Monday, June 14, 2021

Mixed Economies

The needless worry in modern politics over the natures of capitalism and socialism could perhaps in part be abated if the concept of mixed economies was more mainstream.  A mixed economy combines elements of capitalism, or free market characteristics, with elements of socialism, or government-controlled/regulated characteristics.  Very rarely, if ever, has a historical government been solely capitalistic or socialistic in the sense that seems to be commonly meant by the words, as the presence of any level of government regulation dilutes a purely free market and any degree private property ownership or economic freedom dilutes the purest form of socialism.  Terror over the supposedly inherent injustices of either major economic system keeps the masses railing against the whole of capitalism and socialism when they might be contradicting themselves in doing so.

America itself has a mixed economy, although capitalists and socialists like to exaggerate the influence of the kind of economy they do not think has moral superiority over the other.  Now, if tyranny and exploitation are the concerns that drive people to fallaciously believe that either capitalism or socialism is truly obligatory, they have ignored the vital fact that both could be implemented in predatory, shackling ways.  Slavery to a purely free market consisting of greed-driven imbeciles and slavery to a government that redistributes wealth without consent (except in the case of just legal penalties involving financial damages) still reduce down to a form of involuntary slavery to financial systems being used in abusive ways.

Mixed economies can prevent some of these abuses of capitalism and socialism alike.  However, not one broad economic component or the other has some special status that makes it Biblically prescribed or deserving of automatic condemnation.  What matters is how they are structured and what the motives of the participants are.  Apart from this, there could be nothing intrinsically immoral about either basic economic system unless there was something morally wrong about mere freedom or government presence!  Within a Biblical framework, there is not anything wrong with either freedom or government by default, even if the prescribed allowances differ very sharply from the kind of freedom and governments condemned by Christian morality.

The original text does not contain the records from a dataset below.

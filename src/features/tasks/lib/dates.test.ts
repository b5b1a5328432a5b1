import { describe, expect, it } from 'vitest';
import { addDaysTo, daysBetween, dueWords, isCalendarDate, shortDate, taskDate, taskWindow, taskWindowWords } from './dates';

describe('taskDate', () => {
  it('names the weekday of a calendar date, en-GB style', () => {
    // 9 June 2026 is a Tuesday (Gregorian calendar; 1 January 2026 is a Thursday, +159 days).
    expect(taskDate('2026-06-09', '2026-06-01')).toBe('Tue 9 Jun');
    expect(taskDate('2026-06-14', '2026-06-01')).toBe('Sun 14 Jun');
  });
  it('adds the year when the date is not in this year', () => {
    // 4 January 2027 is a Monday (Gregorian calendar).
    expect(taskDate('2027-01-04', '2026-12-30')).toBe('Mon 4 Jan 2027');
  });
  it('never shifts a day whatever zone the reader is in', () => {
    // Calendar dates are read as UTC days; a zone far west of UTC would move a parsed midnight to the day before.
    expect(taskDate('2026-03-29', '2026-01-01')).toBe('Sun 29 Mar');
  });
  it('gives back what it cannot read', () => {
    expect(taskDate('2026-02-30', '2026-01-01')).toBe('2026-02-30');
    expect(isCalendarDate('2026-02-30')).toBe(false);
    expect(isCalendarDate('2028-02-29')).toBe(true);
  });
});

describe('taskWindow', () => {
  it('reads as two plain dates with a dash', () => {
    expect(taskWindow('2026-06-09', '2026-06-14', '2026-06-08')).toBe('Tue 9 Jun – Sun 14 Jun');
    expect(taskWindowWords('2026-06-09', '2026-06-14', '2026-06-08')).toBe('Tue 9 Jun to Sun 14 Jun');
  });
  it('is one date for a one-day window', () => {
    expect(taskWindow('2026-06-09', '2026-06-09', '2026-06-08')).toBe('Tue 9 Jun');
  });
  it('names both years across the new year', () => {
    // 30 December 2026 is a Wednesday, 2 January 2027 a Saturday (Gregorian calendar).
    expect(taskWindow('2026-12-30', '2027-01-02', '2026-12-28')).toBe('Wed 30 Dec 2026 – Sat 2 Jan 2027');
  });
});

describe('day arithmetic', () => {
  it('adds and counts calendar days across month ends and daylight-saving changes', () => {
    expect(addDaysTo('2026-06-28', 7)).toBe('2026-07-05');
    // 29 March 2026 is the day the UK's clocks go forward; calendar days do not notice.
    expect(addDaysTo('2026-03-28', 2)).toBe('2026-03-30');
    expect(daysBetween('2026-06-09', '2026-06-14')).toBe(5);
    expect(daysBetween('2026-06-14', '2026-06-09')).toBe(-5);
  });
  it('says when a task is due relative to the site’s today', () => {
    expect(dueWords('2026-06-09', '2026-06-09')).toBe('Due today');
    expect(dueWords('2026-06-10', '2026-06-09')).toBe('Due tomorrow');
    expect(dueWords('2026-06-12', '2026-06-09')).toBe('Due in 3 days');
    expect(dueWords('2026-06-08', '2026-06-09')).toBe('1 day overdue');
    expect(dueWords('2026-06-05', '2026-06-09')).toBe('4 days overdue');
  });
  it('shortens a week start for a chart axis', () => {
    expect(shortDate('2026-06-08')).toBe('8 Jun');
  });
});
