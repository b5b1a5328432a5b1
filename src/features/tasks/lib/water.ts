import type { UnitSystem } from '@shared/geometry';
import type { WaterSummary } from '@shared/schemas/tasks';
import { addDaysTo } from './dates';
import { depthIn } from './units';

type WaterWeek = WaterSummary['weeks'][number];

type Method = 'penman' | 'hargreaves' | 'thumb';

const methodNames: Record<Method, string> = {
  penman: 'Penman-Monteith',
  hargreaves: 'Hargreaves',
  thumb: 'rule of thumb',
};
const methodOrder: readonly Method[] = ['penman', 'hargreaves', 'thumb'];

/** Which method a key of the server's `methods` names ("penman_monteith", "Hargreaves", "rule-of-thumb"…); null for one we do not know. */
export function methodOf(key: string): Method | null {
  const k = key.toLowerCase().replace(/[^a-z0-9]/g, '');
  if (k.startsWith('penman') || k === 'pm' || k === 'fao56') return 'penman';
  if (k.startsWith('hargreaves')) return 'hargreaves';
  if (k.includes('thumb')) return 'thumb';
  return null;
}

function days(n: number): string {
  return `${n} ${n === 1 ? 'day' : 'days'}`;
}

/**
 * Which ET0 method each day of a week used, in words: "Penman-Monteith 5 days, Hargreaves 2 days". Known methods
 * come first in that order; a key we do not know is shown in words as it came; days of 0 are left out.
 */
export function methodWords(methods: Record<string, number>): string {
  const known = new Map<Method, number>();
  const other: Array<[string, number]> = [];
  for (const [key, count] of Object.entries(methods)) {
    if (!(count > 0)) continue;
    const m = methodOf(key);
    if (m) known.set(m, (known.get(m) ?? 0) + count);
    else other.push([key.replace(/[_-]+/g, ' '), count]);
  }
  const parts = [
    ...methodOrder.filter((m) => known.has(m)).map((m) => `${methodNames[m]} ${days(known.get(m)!)}`),
    ...other.map(([name, count]) => `${name} ${days(count)}`),
  ];
  if (parts.length === 0) return 'No days worked out';
  const text = parts.join(', ');
  return text.charAt(0).toUpperCase() + text.slice(1);
}

/** The rule of thumb in the site's units: about 25 mm, or 1 inch, of water a week (common practice). */
export function ruleOfThumbWords(units: UnitSystem): string {
  return units === 'us' ? 'about 1 inch of water a week' : 'about 25 mm of water a week';
}

/** The week holding `today` (its first day on or before today, within 7 days); else the newest week; null when there are none. */
export function currentWeek(weeks: readonly WaterWeek[], today: string): WaterWeek | null {
  const holding = weeks.find((w) => w.weekStart <= today && today < addDaysTo(w.weekStart, 7));
  if (holding) return holding;
  return [...weeks].sort((a, b) => b.weekStart.localeCompare(a.weekStart))[0] ?? null;
}

/** A round top for a chart's axis and its step: the smallest of 1, 2, 2.5 or 5 × 10ⁿ steps that fits `max` in at most `maxTicks` steps. */
export function niceScale(max: number, maxTicks = 5): { top: number; step: number } {
  if (!(max > 0)) return { top: 1, step: 0.25 };
  const rough = max / maxTicks;
  const power = 10 ** Math.floor(Math.log10(rough));
  const step = [1, 2, 2.5, 5, 10].map((m) => m * power).find((s) => s * maxTicks >= max) ?? 10 * power;
  const top = Math.ceil(max / step - 1e-9) * step;
  return { top: Number(top.toPrecision(12)), step: Number(step.toPrecision(12)) };
}

export interface ChartWeek {
  weekStart: string;
  need: number;
  rain: number;
  /** Need above rain (never below 0), in the site's depth unit. */
  deficit: number;
  methods: string;
}

/** The past weeks for the water chart, oldest first, in the site's depth unit, with the axis's top and step. */
export function chartWeeks(weeks: readonly WaterWeek[], units: UnitSystem): { weeks: ChartWeek[]; top: number; step: number } {
  const rows = [...weeks]
    .sort((a, b) => a.weekStart.localeCompare(b.weekStart))
    .map((w) => ({
      weekStart: w.weekStart,
      need: depthIn(w.needMm, units),
      rain: depthIn(w.rainMm, units),
      deficit: depthIn(Math.max(0, w.deficitMm), units),
      methods: methodWords(w.methods),
    }));
  const max = Math.max(0, ...rows.map((r) => Math.max(r.need, r.rain)));
  return { weeks: rows, ...niceScale(max) };
}

/** The chart's drawing area inside its viewBox, in SVG units. */
export interface ChartFrame {
  width: number;
  height: number;
  left: number;
  right: number;
  top: number;
  bottom: number;
}

/** The water chart's default frame: room on the left for the axis numbers, below for the weeks. */
export const WATER_CHART_FRAME: ChartFrame = { width: 640, height: 260, left: 44, right: 8, top: 24, bottom: 36 };

export interface ChartBar {
  weekStart: string;
  /** Centre of the week's group, for its label. */
  centre: number;
  need: { x: number; y: number; width: number; height: number };
  rain: { x: number; y: number; width: number; height: number };
}

export interface ChartLayout {
  frame: ChartFrame;
  /** Baseline (value 0) and top of the plot area, in SVG units. */
  baseY: number;
  topY: number;
  ticks: Array<{ value: number; y: number }>;
  bars: ChartBar[];
}

const r2 = (v: number) => Math.round(v * 100) / 100;

/**
 * Where each week's two bars (need, then rain) go: one slot per week across the plot area, the pair taking
 * 70 % of its slot; heights on a linear scale from 0 at the baseline to `top` at the top. Numbers are rounded to
 * 0.01 so the SVG stays small.
 */
export function chartLayout(data: { weeks: readonly ChartWeek[]; top: number; step: number }, frame: ChartFrame = WATER_CHART_FRAME): ChartLayout {
  const baseY = frame.height - frame.bottom;
  const topY = frame.top;
  const plotW = frame.width - frame.left - frame.right;
  const scale = (v: number) => (data.top > 0 ? (Math.max(0, Math.min(v, data.top)) / data.top) * (baseY - topY) : 0);
  const ticks: ChartLayout['ticks'] = [];
  for (let i = 0; i * data.step <= data.top + 1e-9; i++) {
    const value = Number((i * data.step).toPrecision(12));
    ticks.push({ value, y: r2(baseY - scale(value)) });
  }
  const slot = data.weeks.length ? plotW / data.weeks.length : 0;
  const barW = (slot * 0.7) / 2;
  const bars = data.weeks.map((w, i) => {
    const start = frame.left + i * slot + slot * 0.15;
    const needH = scale(w.need);
    const rainH = scale(w.rain);
    return {
      weekStart: w.weekStart,
      centre: r2(frame.left + (i + 0.5) * slot),
      need: { x: r2(start), y: r2(baseY - needH), width: r2(barW), height: r2(needH) },
      rain: { x: r2(start + barW), y: r2(baseY - rainH), width: r2(barW), height: r2(rainH) },
    };
  });
  return { frame, baseY, topY, ticks, bars };
}

/** A depth on the chart's axis or in its summary, in the site's unit: "12 mm", "0.5 in". */
export function chartDepth(value: number, units: UnitSystem): string {
  return units === 'us' ? `${Number(value.toFixed(2))} in` : `${Number(value.toFixed(value >= 10 ? 0 : 1))} mm`;
}

/**
 * The chart in one sentence, for its aria-label: how many weeks, from when to when, and the weeks of the most need
 * and the most rain. Ties go to the earlier week.
 */
export function chartSummary(weeks: readonly ChartWeek[], units: UnitSystem, weekLabel: (iso: string) => string): string {
  if (weeks.length === 0) return 'Water need and rain logged per week: no weeks to show.';
  const most = (pick: (w: ChartWeek) => number) => weeks.reduce((best, w) => (pick(w) > pick(best) ? w : best), weeks[0]);
  const need = most((w) => w.need);
  const rain = most((w) => w.rain);
  const span = weeks.length === 1 ? `the week of ${weekLabel(weeks[0].weekStart)}` : `${weeks.length} weeks from ${weekLabel(weeks[0].weekStart)} to the week of ${weekLabel(weeks[weeks.length - 1].weekStart)}`;
  const needText = need.need > 0 ? `the most need was ${chartDepth(need.need, units)} in the week of ${weekLabel(need.weekStart)}` : 'no water was needed';
  const rainText = rain.rain > 0 ? `the most rain ${chartDepth(rain.rain, units)} in the week of ${weekLabel(rain.weekStart)}` : 'no rain was logged';
  return `Water need and rain logged per week, ${span}: ${needText}; ${rainText}.`;
}
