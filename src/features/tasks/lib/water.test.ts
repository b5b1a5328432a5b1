import { describe, expect, it } from 'vitest';
import { chartWeeks, currentWeek, methodOf, methodWords, niceScale, ruleOfThumbWords } from './water';

const week = (weekStart: string, over: Partial<{ needMm: number; rainMm: number; deficitMm: number; litres: number; methods: Record<string, number> }> = {}) => ({
  weekStart,
  needMm: 25,
  rainMm: 10,
  deficitMm: 15,
  litres: 270,
  methods: { penman_monteith: 7 },
  ...over,
});

describe('methodWords', () => {
  it('names each ET0 method with its days, Penman-Monteith first', () => {
    expect(methodWords({ hargreaves: 2, penman_monteith: 5 })).toBe('Penman-Monteith 5 days, Hargreaves 2 days');
    expect(methodWords({ 'rule-of-thumb': 1 })).toBe('Rule of thumb 1 day');
  });
  it('reads the method names however the keys are written', () => {
    expect(methodOf('Penman-Monteith')).toBe('penman');
    expect(methodOf('HARGREAVES')).toBe('hargreaves');
    expect(methodOf('rule_of_thumb')).toBe('thumb');
    expect(methodOf('priestley_taylor')).toBeNull();
  });
  it('keeps a method it does not know, in words, and leaves out days of 0', () => {
    expect(methodWords({ penman_monteith: 0, priestley_taylor: 3 })).toBe('Priestley taylor 3 days');
    expect(methodWords({})).toBe('No days worked out');
  });
  it('gives the rule of thumb in the site’s units', () => {
    // common practice: about 1 inch (25 mm) of water a week for a vegetable garden.
    expect(ruleOfThumbWords('metric')).toBe('about 25 mm of water a week');
    expect(ruleOfThumbWords('us')).toBe('about 1 inch of water a week');
  });
});

describe('currentWeek', () => {
  const weeks = [week('2026-06-01'), week('2026-06-08'), week('2026-05-25')];
  it('finds the week holding today, its last day included', () => {
    expect(currentWeek(weeks, '2026-06-08')?.weekStart).toBe('2026-06-08');
    expect(currentWeek(weeks, '2026-06-07')?.weekStart).toBe('2026-06-01');
    expect(currentWeek(weeks, '2026-06-14')?.weekStart).toBe('2026-06-08');
  });
  it('falls back to the newest week, or null', () => {
    expect(currentWeek(weeks, '2026-07-01')?.weekStart).toBe('2026-06-08');
    expect(currentWeek([], '2026-07-01')).toBeNull();
  });
});

describe('niceScale', () => {
  it('rounds the axis up to a tidy step', () => {
    // computed: 37 ÷ 5 = 7.4 → step 10, top 40
    expect(niceScale(37)).toEqual({ top: 40, step: 10 });
    // computed: 1.3 ÷ 5 = 0.26 → step 0.5, top 1.5
    expect(niceScale(1.3)).toEqual({ top: 1.5, step: 0.5 });
    // computed: 20 ÷ 5 = 4 → step 5, top 20
    expect(niceScale(20)).toEqual({ top: 20, step: 5 });
  });
  it('has a scale even when every week is 0', () => {
    expect(niceScale(0).top).toBeGreaterThan(0);
  });
});

describe('chartWeeks', () => {
  it('orders weeks oldest first and converts to inches on US sites', () => {
    const out = chartWeeks([week('2026-06-08', { needMm: 25.4, rainMm: 0, deficitMm: 25.4 }), week('2026-06-01')], 'us');
    expect(out.weeks.map((w) => w.weekStart)).toEqual(['2026-06-01', '2026-06-08']);
    // computed: 25.4 mm ÷ 25.4 = 1 in (NIST Handbook 44)
    expect(out.weeks[1].need).toBeCloseTo(1, 12);
    expect(out.weeks[1].deficit).toBeCloseTo(1, 12);
    expect(out.top).toBeGreaterThanOrEqual(1);
  });
  it('never draws a negative deficit', () => {
    const out = chartWeeks([week('2026-06-01', { needMm: 10, rainMm: 30, deficitMm: -20 })], 'metric');
    expect(out.weeks[0].deficit).toBe(0);
    // computed: the biggest bar is 30 mm of rain → step 10, top 30
    expect(out.top).toBe(30);
  });
});
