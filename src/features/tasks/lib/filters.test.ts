import { describe, expect, it } from 'vitest';
import { filtersFromParams, filtersQuery, isFiltered } from './filters';

describe('filtersFromParams', () => {
  it('reads every filter the page keeps in its URL', () => {
    const f = filtersFromParams(new URLSearchParams('from=2026-06-01&to=2026-06-30&kind=water&plotId=12&status=open'), [12, 13]);
    expect(f).toEqual({ from: '2026-06-01', to: '2026-06-30', kind: 'water', plotId: 12, status: 'open' });
  });

  it('drops values that are not real: a bad date, an unknown kind or status, a plot of another site', () => {
    const f = filtersFromParams(new URLSearchParams('from=2026-02-30&to=June&kind=prune&status=late&plotId=99'), [12]);
    expect(f).toEqual({});
  });

  it('takes any whole plot id when the plots are not known yet, but never zero or text', () => {
    expect(filtersFromParams(new URLSearchParams('plotId=7')).plotId).toBe(7);
    expect(filtersFromParams(new URLSearchParams('plotId=0')).plotId).toBeUndefined();
    expect(filtersFromParams(new URLSearchParams('plotId=7x')).plotId).toBeUndefined();
  });
});

describe('filtersQuery', () => {
  it('writes the set filters in a fixed order for the API and the CSV link', () => {
    expect(filtersQuery({ status: 'done', kind: 'weed', from: '2026-06-01' })).toBe('?from=2026-06-01&kind=weed&status=done');
    expect(filtersQuery({ plotId: 3 })).toBe('?plotId=3');
  });
  it('is empty with no filters', () => {
    expect(filtersQuery({})).toBe('');
    expect(isFiltered({})).toBe(false);
    expect(isFiltered({ kind: 'water' })).toBe(true);
  });
  it('round-trips through the URL', () => {
    const filters = { from: '2026-06-01', to: '2026-06-07', kind: 'thin' as const, plotId: 4, status: 'skipped' as const };
    expect(filtersFromParams(new URLSearchParams(filtersQuery(filters).slice(1)), [4])).toEqual(filters);
  });
});
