const view = <K extends CropValueField>(k: K) => sourcedViewSchema(cropValueSchemas[k]);

/**
 * One crop with the club's overrides applied. A club crop may lack the optional values; a relation the
 * club has set for a pair replaces the reference one for that pair.
 */
export const CropDetailSchema = z.object({
  id: z.number().int(),
  slug: z.string(),
  commonName: z.string(),
  kind: CropKindSchema,
  isClubCrop: z.boolean(),
  botanicalName: view('botanicalName'),
  family: view('family'),
  inRowCm: view('inRowCm').optional(),
  betweenRowCm: view('betweenRowCm').optional(),
  equalSpacingCm: view('equalSpacingCm').optional(),
  sowingDepthCm: view('sowingDepthCm').optional(),
  sowing: view('sowing'),
  daysToEmergence: view('daysToEmergence').optional(),
  emergenceByTemperature: view('emergenceByTemperature').optional(),
  germination: view('germination').optional(),
  daysToMaturity: view('daysToMaturity'),
  soilPh: view('soilPh').optional(),
  rootingDepthCm: view('rootingDepthCm').optional(),
  minSoilDepthCm: view('minSoilDepthCm').optional(),
  matureHeightCm: view('matureHeightCm').optional(),
  sun: view('sun').optional(),
  frost: view('frost').optional(),
  feeding: view('feeding').optional(),
  sideDressing: view('sideDressing').optional(),
  kc: view('kc').optional(),
  stages: view('stages').optional(),
  storage: view('storage').optional(),
  watchFor: z.array(z.string()),
  guidance: z.object({
    sowing: z.string().optional(),
    thinning: z.string().optional(),
    watering: z.string().optional(),
    feeding: z.string().optional(),
    pests: z.string().optional(),
  }),
  relations: z.array(CropRelationViewSchema),
  /** Every source a value or relation above points at, resolved to its title. */
  sources: z.array(CropSourceViewSchema),
});
export type CropDetail = z.infer<typeof CropDetailSchema>;

const CropRefSchema = z.object({ id: z.number().int(), slug: z.string(), commonName: z.string() });
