import { TZDate } from '@date-fns/tz';
import { addDays, differenceInCalendarDays } from 'date-fns';
import { formatPattern as format } from '@shared/dates/pattern';

// Task dates are calendar dates (YYYY-MM-DD) that are already the site's days, worked out by the server in
// the site's time zone; they are read as those days and never shifted by the reader's own zone.

const CALENDAR_DATE = /^(\d{4})-(\d{2})-(\d{2})$/;

function day(iso: string): TZDate | null {
  const m = CALENDAR_DATE.exec(iso);
  if (!m) return null;
  const [y, mo, d] = [Number(m[1]), Number(m[2]), Number(m[3])];
  const value = new TZDate(y, mo - 1, d, 'UTC');
  return value.getUTCFullYear() === y && value.getUTCMonth() === mo - 1 && value.getUTCDate() === d ? value : null;
}

/** Whether the text is a real calendar date written YYYY-MM-DD. */
export function isCalendarDate(text: string): boolean {
  return day(text) !== null;
}

/** "Tue 9 Jun", with the year ("Tue 9 Jun 2026") when it is not the year of `today`; unreadable input comes back as it is. */
export function taskDate(iso: string, today?: string): string {
  const d = day(iso);
  if (!d) return iso;
  const sameYear = today !== undefined && today.slice(0, 4) === iso.slice(0, 4);
  return format(d, sameYear || today === undefined ? 'EEE d MMM' : 'EEE d MMM yyyy');
}

/**
 * A task's window in plain dates: "Tue 9 Jun – Sun 14 Jun"; one date when it is a single day. Years are named when
 * the window is not in `today`'s year, or runs across the new year.
 */
export function taskWindow(from: string, to: string, today?: string): string {
  if (from === to) return taskDate(from, today);
  const crossesYear = from.slice(0, 4) !== to.slice(0, 4);
  // Across the new year both ends carry their year, whatever year today is.
  const ref = crossesYear ? '0000-00-00' : today;
  return `${taskDate(from, ref)} – ${taskDate(to, ref)}`;
}

/** "Tue 9 Jun to Sun 14 Jun": the window for reading aloud and in sentences. */
export function taskWindowWords(from: string, to: string, today?: string): string {
  return taskWindow(from, to, today).replace(' – ', ' to ');
}

/** The calendar date `days` after `iso`. */
export function addDaysTo(iso: string, days: number): string {
  const d = day(iso);
  if (!d) throw new RangeError(`Not a calendar date: ${iso}`);
  return format(addDays(d, days), 'yyyy-MM-dd');
}

/** Whole days from `from` to `to` (negative when `to` is earlier). */
export function daysBetween(from: string, to: string): number {
  const a = day(from);
  const b = day(to);
  if (!a || !b) throw new RangeError(`Not calendar dates: ${from}, ${to}`);
  return differenceInCalendarDays(b, a);
}

/** "Due today", "Due tomorrow", "Due in 3 days", "1 day overdue", "4 days overdue", relative to the site's today. */
export function dueWords(dueOn: string, today: string): string {
  const n = daysBetween(today, dueOn);
  if (n === 0) return 'Due today';
  if (n === 1) return 'Due tomorrow';
  if (n > 1) return `Due in ${n} days`;
  return `${-n} ${n === -1 ? 'day' : 'days'} overdue`;
}

/** "8 Jun": a week's first day, short, for a chart's axis. */
export function shortDate(iso: string): string {
  const d = day(iso);
  return d ? format(d, 'd MMM') : iso;
}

Since utilitarian concerns by logical necessity literally have nothing to do with whether something is actually right or wrong (if an act or motive is immoral, no amount of resulting benefits can change that), historical "trends," both those evidentially supported by actual records and those merely assumed to have occurred, are of no ultimate significance.  However, capitalism and socialism could easily lead to the deaths of numerous people if applied in certain ways.  Neither system is incapable of being hijacked for the sake of tyrannical leaders and neither system is incapable of functioning smoothly without exploitation.  Rabid, assumption-diseased conservatives and liberals are too focused on maintaining the party status quo to bother with the level philosophical honesty needed to admit this.

To accept a mixed economy, though, is to accept this fact on some level even if one has never thoroughly pinpointed the different components of the American economy (or that of some other country with a mixed economy).  There is a vast difference between different forms of the same general economic structure, and rationality is all it takes to see that some aspects of these differing structures are in fact compatible with each other after all.  It still might take a great deal of verbal or ideological force to get people already living under mixed economies to see that they probably approve of combining capitalism and socialism.  Regardless, despite the closed eyes, every minor economic freedom for buyers and sellers to connect as desired contradicts pure socialism, and every minor government intervention in an economy (including sending stimulus checks or bailing out an industry) contradicts pure capitalism.